At least you can go out and drive it. All I can do is look at mine-no scowl at it as it drips on the floor. Finally got brake fluid to the rear drums. And pumped up the master cylinder. Now the front hoses are leaking at the banjo bolts. Afraid to tighten them any more. Now what?


----------



## armyadarkness (Dec 7, 2020)

SLSTEVE said:


> At least you can go out and drive it. All I can do is look at mine-no scowl at it as it drips on the floor. Finally got brake fluid to the rear drums. And pumped up the master cylinder. Now the front hoses are leaking at the banjo bolts. Afraid to tighten them any more. Now what?

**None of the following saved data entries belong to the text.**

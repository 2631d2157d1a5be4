/** Locating extensions by EXTNAME (case-insensitive, blanks trimmed: FITS 4.0 §4.4.2.6). */
import type { HduView } from './types.ts';

export function findHdu(hdus: readonly HduView[], ...names: string[]): HduView | undefined {
  const want = names.map((n) => n.toUpperCase());
  return hdus.find((h) => h.index > 0 && want.includes(h.name.trim().toUpperCase()));
}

Are the hoses new? Copper washer on each side of the banjo fitting?


----------



## armyadarkness (Dec 7, 2020)

I've worked on many GM's which had a right and left brake hose.... And on more than one occasion, I found them swapped. They won't seat right at the caliper if that's the case.


----------



## JLuger (Sep 8, 2012)

I just went through this My pan was just touching the center link so I made a couple of quarter inch spacers and ordered new motor mounts from Ames when I picked the motor up my pan was sitting on the cross member.
Well I put them in got to thinking it was to much so I ordered the 3/16 ones from Ames.
Didn’t change much. Can tell you that was the vibration I was chasing go figure.
FYI I have a drive on lift and it was a bitch. I made 2 blocks to fit under the bottom of the timing chain cover and used a bottle jack not the smartest way but I didn’t have a engine hoist.


----------



## SLSTEVE (Dec 8, 2020)

JLuger said:


> I just went through this My pan was just touching the center link so I made a couple of quarter inch spacers and ordered new motor mounts from Ames when I picked the motor up my pan was sitting on the cross member.
> Well I put them in got to thinking it was to much so I ordered the 3/16 ones from Ames.
> Didn’t change much. Can tell you that was the vibration I was chasing go figure.
> FYI I have a drive on lift and it was a bitch. I made 2 blocks to fit under the bottom of the timing chain cover and used a bottle jack not the smartest way but I didn’t have a engine hoist.
> ...


Yeah, this is on my list of things to get done. Ordered a set of spacers from eBay then I get a message from the guy and he already sold them. I’m still chasing brake leaks, coolant leaks, thermostat housing issues.


----------